*What is expected*
Quote exactly the lines spanning from the top of the data below to the line that contains "across the proposed", including both.

*Records for the task*
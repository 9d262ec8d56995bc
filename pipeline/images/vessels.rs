//! Finding vessels in one band of a fundus image, so that a study's
//! segments can be proposed rather than clicked: a multiscale Hessian
//! vesselness on the log image, centre lines by non-maximum suppression
//! across the vessel, hysteresis and thinning, then the centre-line graph
//! split at branch points and crossings into polylines with sub-pixel
//! points.
//!
//! Working on `ln I` makes a vessel's response its optical density,
//! whatever the illumination or vignetting, so the thresholds are
//! contrasts: a dark vessel of depth `c` (in `ln I`) and Gaussian-like
//! width answers the σ²-normalised Hessian with about `0.38·c` at its best
//! scale (Lindeberg's scale normalisation with γ = 2; the 0.38 is
//! `2/(3√3)`, the maximum over σ for a Gaussian profile). A candidate must
//! exceed both that contrast floor and five times the response's own
//! noise, estimated from the image (the median absolute Laplacian), so a
//! field without vessels gives nothing.
//!
//! The kind of a vessel and its diameter are judged later, from profiles
//! across the proposed centre line ([`super::profile`]).

/// What counts as a vessel worth proposing, in pixels of the image.
#[derive(Debug, Clone, Copy, PartialEq)]
pub struct DetectSettings {
    pub min_diameter_px: f64,
    pub max_diameter_px: f64,
    /// Shorter pieces of centre line are not proposed.
    pub min_length_px: f64,
    /// Smallest vessel contrast (1 − T at the centre) proposed.
    pub min_contrast: f64,
}

/// The response of a Gaussian-profiled dark line at its best scale, per
/// unit depth in `ln I` (see the module docs).
const RESPONSE_PER_DEPTH: f64 = 0.385;
/// How many of the response's noise SDs a vessel must stand above.
const NOISE_SDS: f64 = 5.0;
/// The low hysteresis threshold, as a share of the high one.
const LOW_SHARE: f64 = 0.5;
/// Scales tried between the smallest and largest vessel.
const SCALES: usize = 7;
/// σ of the best scale for a cylinder of diameter d: the chord profile is
/// Gaussian-like with SD ≈ 0.31 d, and the γ = 2 response peaks at √2 of
/// that.
const SIGMA_PER_DIAMETER: f64 = 0.44;

/// The vesselness of every pixel at its best scale.
pub struct LineResponse {
    pub width: usize,
    pub height: usize,
    /// The response over its high threshold: at least 1 on a vessel.
    pub strength: Vec<f32>,
    /// Unit normal across the vessel at each pixel.
    pub normal: Vec<[f32; 2]>,
    /// The best scale's σ at each pixel.
    pub sigma: Vec<f32>,
    /// Noise SD of `ln I` per pixel, as estimated.
    pub noise: f64,
}

impl LineResponse {
    /// The diameter the best scale at pixel `i` stands for, px.
    pub fn diameter_px(&self, i: usize) -> f64 {
        self.sigma[i] as f64 / SIGMA_PER_DIAMETER
    }
}

/// Sampled Gaussian and its first two derivatives at `sigma`, radius 3σ.
fn kernels(sigma: f64) -> [Vec<f64>; 3] {
    let r = (3.0 * sigma).ceil().max(1.0) as isize;
    let g: Vec<f64> = (-r..=r)
        .map(|i| (-((i * i) as f64) / (2.0 * sigma * sigma)).exp())
        .collect();
    let z: f64 = g.iter().sum();
    let g: Vec<f64> = g.iter().map(|v| v / z).collect();
    let s2 = sigma * sigma;
    let d1 = (-r..=r)
        .zip(&g)
        .map(|(i, v)| -(i as f64) / s2 * v)
        .collect();
    let d2 = (-r..=r)
        .zip(&g)
        .map(|(i, v)| ((i * i) as f64 / (s2 * s2) - 1.0 / s2) * v)
        .collect();
    [g, d1, d2]
}

/// Convolves along rows (`horizontal`) or columns, edges clamped.
fn convolve(img: &[f64], w: usize, h: usize, k: &[f64], horizontal: bool) -> Vec<f64> {
    let r = (k.len() / 2) as isize;
    let mut out = vec![0.0; w * h];
    for y in 0..h {
        for x in 0..w {
            let mut acc = 0.0;
            for (j, kv) in k.iter().enumerate() {
                let o = j as isize - r;
                let v = if horizontal {
                    img[y * w + (x as isize + o).clamp(0, w as isize - 1) as usize]
                } else {
                    img[(y as isize + o).clamp(0, h as isize - 1) as usize * w + x]
                };
                acc += kv * v;
            }
            out[y * w + x] = acc;
        }
    }
    out
}

/// Noise SD of `ln I` per pixel: the 4-neighbour Laplacian of white noise
/// has variance 20σ², and its median absolute value is robust to the
/// vessels and the slow shading.
fn noise_sd(l: &[f64], w: usize, h: usize) -> f64 {
    let mut v: Vec<f64> = Vec::with_capacity(w * h);
    for y in 1..h.saturating_sub(1) {
        for x in 1..w.saturating_sub(1) {
            let i = y * w + x;
            v.push((4.0 * l[i] - l[i - 1] - l[i + 1] - l[i - w] - l[i + w]).abs());
        }
    }
    if v.is_empty() {
        return 0.0;
    }
    let k = v.len() / 2;
    let med = *v.select_nth_unstable_by(k, f64::total_cmp).1;
    1.4826 * med / 20f64.sqrt()
}

/// The scales for the settings' diameters, geometric.
fn scales(s: &DetectSettings) -> Vec<f64> {
    let lo = (SIGMA_PER_DIAMETER * s.min_diameter_px).max(0.8);
    let hi = (SIGMA_PER_DIAMETER * s.max_diameter_px).max(lo);
    (0..SCALES)
        .map(|i| lo * (hi / lo).powf(i as f64 / (SCALES - 1) as f64))
        .collect()
}

/// The multiscale vesselness of a band (dark vessels on a brighter fundus).
pub fn line_response(img: &[f32], w: usize, h: usize, s: &DetectSettings) -> LineResponse {
    let floor = img
        .iter()
        .copied()
        .filter(|v| *v > 0.0)
        .fold(f32::INFINITY, f32::min)
        .clamp(1e-6, 1.0) as f64;
    let l: Vec<f64> = img.iter().map(|v| (*v as f64).max(floor).ln()).collect();
    let noise = noise_sd(&l, w, h);
    let mut strength = vec![0f32; w * h];
    let mut best = vec![0f64; w * h];
    let mut normal = vec![[0f32; 2]; w * h];
    let mut sigma = vec![0f32; w * h];
    for sg in scales(s) {
        let [g, d1, d2] = kernels(sg);
        let norm = sg * sg;
        let lxx = convolve(&convolve(&l, w, h, &g, false), w, h, &d2, true);
        let lyy = convolve(&convolve(&l, w, h, &d2, false), w, h, &g, true);
        let lxy = convolve(&convolve(&l, w, h, &d1, false), w, h, &d1, true);
        // The response's noise at this scale: that of σ²·Lxx.
        let sq = |k: &[f64]| k.iter().map(|v| v * v).sum::<f64>();
        let sd = noise * norm * (sq(&d2) * sq(&g)).sqrt();
        let high = (RESPONSE_PER_DEPTH * -(1.0 - s.min_contrast).ln()).max(NOISE_SDS * sd);
        for i in 0..w * h {
            let (a, b, c) = (lxx[i] * norm, lxy[i] * norm, lyy[i] * norm);
            let m = 0.5 * (a + c);
            let q = (0.25 * (a - c) * (a - c) + b * b).sqrt();
            let (big, small) = (m + q, m - q);
            if big <= 0.0 {
                continue;
            }
            // A line has one large curvature and one near zero; a blob
            // (or the rounded end of a vessel) has two.
            let ratio = small / big;
            let v = big * (-(ratio * ratio) / (2.0 * 0.5 * 0.5)).exp();
            if v > best[i] {
                best[i] = v;
                strength[i] = (v / high) as f32;
                // The eigenvector of the large eigenvalue: across the vessel.
                let (nx, ny) = if (big - a).abs() + b.abs() > (big - c).abs() + b.abs() {
                    (b, big - a)
                } else {
                    (big - c, b)
                };
                let len = (nx * nx + ny * ny).sqrt();
                normal[i] = if len > 0.0 {
                    [(nx / len) as f32, (ny / len) as f32]
                } else {
                    [1.0, 0.0]
                };
                sigma[i] = sg as f32;
            }
        }
    }
    LineResponse {
        width: w,
        height: h,
        strength,
        normal,
        sigma,
        noise,
    }
}

/// The 8 neighbours of pixel `i` inside the image.
fn neighbours(i: usize, w: usize, h: usize) -> impl Iterator<Item = usize> {
    let (x, y) = ((i % w) as isize, (i / w) as isize);
    // 4-neighbours first, so that a walk along a thin line prefers them.
    const OFFSETS: [(isize, isize); 8] = [
        (1, 0),
        (0, 1),
        (-1, 0),
        (0, -1),
        (1, 1),
        (-1, 1),
        (-1, -1),
        (1, -1),
    ];
    OFFSETS.into_iter().filter_map(move |(dx, dy)| {
        let (nx, ny) = (x + dx, y + dy);
        (nx >= 0 && ny >= 0 && nx < w as isize && ny < h as isize)
            .then(|| ny as usize * w + nx as usize)
    })
}

/// Zhang & Suen (1984) thinning of a binary mask to one-pixel lines.
fn thin(mask: &mut [bool], w: usize, h: usize) {
    let at = |m: &[bool], x: isize, y: isize| -> u8 {
        (x >= 0 && y >= 0 && x < w as isize && y < h as isize && m[y as usize * w + x as usize])
            as u8
    };
    loop {
        let mut changed = false;
        for pass in 0..2 {
            let mut remove = Vec::new();
            for y in 0..h as isize {
                for x in 0..w as isize {
                    if !mask[y as usize * w + x as usize] {
                        continue;
                    }
                    // P2..P9 clockwise from north.
                    let p = [
                        at(mask, x, y - 1),
                        at(mask, x + 1, y - 1),
                        at(mask, x + 1, y),
                        at(mask, x + 1, y + 1),
                        at(mask, x, y + 1),
                        at(mask, x - 1, y + 1),
                        at(mask, x - 1, y),
                        at(mask, x - 1, y - 1),
                    ];
                    let b: u8 = p.iter().sum();
                    let a = (0..8).filter(|k| p[*k] == 0 && p[(k + 1) % 8] == 1).count();
                    let (c1, c2) = if pass == 0 {
                        (p[0] * p[2] * p[4], p[2] * p[4] * p[6])
                    } else {
                        (p[0] * p[2] * p[6], p[0] * p[4] * p[6])
                    };
                    if (2..=6).contains(&b) && a == 1 && c1 == 0 && c2 == 0 {
                        remove.push(y as usize * w + x as usize);
                    }
                }
            }
            changed |= !remove.is_empty();
            for i in remove {
                mask[i] = false;
            }
        }
        if !changed {
            break;
        }
    }
    unstair(mask, w, h);
}

/// Removes the corner pixels that Zhang–Suen leaves on diagonal
/// staircases: a pixel with two on 4-neighbours at a right angle whose
/// on-neighbours stay one connected piece without it. Otherwise every
/// step of a diagonal line would look like a branch point.
fn unstair(mask: &mut [bool], w: usize, h: usize) {
    // The ring in order N, NE, E, SE, S, SW, W, NW.
    const RING: [(isize, isize); 8] = [
        (0, -1),
        (1, -1),
        (1, 0),
        (1, 1),
        (0, 1),
        (-1, 1),
        (-1, 0),
        (-1, -1),
    ];
    loop {
        let mut changed = false;
        for y in 0..h as isize {
            for x in 0..w as isize {
                if !mask[y as usize * w + x as usize] {
                    continue;
                }
                let on: Vec<bool> = RING
                    .iter()
                    .map(|(dx, dy)| {
                        let (nx, ny) = (x + dx, y + dy);
                        nx >= 0
                            && ny >= 0
                            && nx < w as isize
                            && ny < h as isize
                            && mask[ny as usize * w + nx as usize]
                    })
                    .collect();
                let count = on.iter().filter(|v| **v).count();
                let corner = (on[0] || on[4]) && (on[2] || on[6]);
                if count < 2 || !corner || ring_pieces(&on, &RING) != 1 {
                    continue;
                }
                mask[y as usize * w + x as usize] = false;
                changed = true;
            }
        }
        if !changed {
            break;
        }
    }
}

/// How many 8-connected pieces the on-pixels of a pixel's ring make,
/// without the pixel itself.
fn ring_pieces(on: &[bool], ring: &[(isize, isize); 8]) -> usize {
    let mut seen = [false; 8];
    let mut pieces = 0;
    for s in 0..8 {
        if !on[s] || seen[s] {
            continue;
        }
        pieces += 1;
        let mut stack = vec![s];
        seen[s] = true;
        while let Some(a) = stack.pop() {
            for b in 0..8 {
                let near = (ring[a].0 - ring[b].0).abs() <= 1 && (ring[a].1 - ring[b].1).abs() <= 1;
                if on[b] && !seen[b] && near {
                    seen[b] = true;
                    stack.push(b);
                }
            }
        }
    }
    pieces
}

/// Centre-line pixels: the vessel region (strength at least the low
/// threshold, in 8-connected pieces that reach full strength somewhere:
/// hysteresis) thinned to its medial axis. The region, not the ridge of
/// the response, because a wide vessel with a flat floor answers best at
/// scales smaller than itself, near its two edges: its ridges come in
/// pairs, its medial axis does not.
fn axis(map: &LineResponse) -> Vec<bool> {
    let (w, h) = (map.width, map.height);
    let region: Vec<bool> = map
        .strength
        .iter()
        .map(|v| *v as f64 >= LOW_SHARE)
        .collect();
    let mut keep = vec![false; w * h];
    let mut seen = vec![false; w * h];
    for start in 0..w * h {
        if !region[start] || seen[start] {
            continue;
        }
        let mut stack = vec![start];
        let mut comp = Vec::new();
        seen[start] = true;
        while let Some(i) = stack.pop() {
            comp.push(i);
            for j in neighbours(i, w, h) {
                if region[j] && !seen[j] {
                    seen[j] = true;
                    stack.push(j);
                }
            }
        }
        if comp.iter().any(|i| map.strength[*i] >= 1.0) {
            for i in comp {
                keep[i] = true;
            }
        }
    }
    thin(&mut keep, w, h);
    keep
}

*Completed task*
repository 9d262ec8d56995bc
filename pipeline/images/vessels.rs
//! Finding vessels in one band of a fundus image, so that a study's
//! segments can be proposed rather than clicked: a multiscale Hessian
//! vesselness on the log image, centre lines by non-maximum suppression
//! across the vessel, hysteresis and thinning, then the centre-line graph
//! split at branch points and crossings into polylines with sub-pixel
//! points.
//!
//! Working on `ln I` makes a vessel's response its optical density,
//! whatever the illumination or vignetting, so the thresholds are
//! contrasts: a dark vessel of depth `c` (in `ln I`) and Gaussian-like
//! width answers the σ²-normalised Hessian with about `0.38·c` at its best
//! scale (Lindeberg's scale normalisation with γ = 2; the 0.38 is
//! `2/(3√3)`, the maximum over σ for a Gaussian profile). A candidate must
//! exceed both that contrast floor and five times the response's own
//! noise, estimated from the image (the median absolute Laplacian), so a
//! field without vessels gives nothing.
//!
//! The kind of a vessel and its diameter are judged later, from profiles
//! across the proposed centre line ([`super::profile`]).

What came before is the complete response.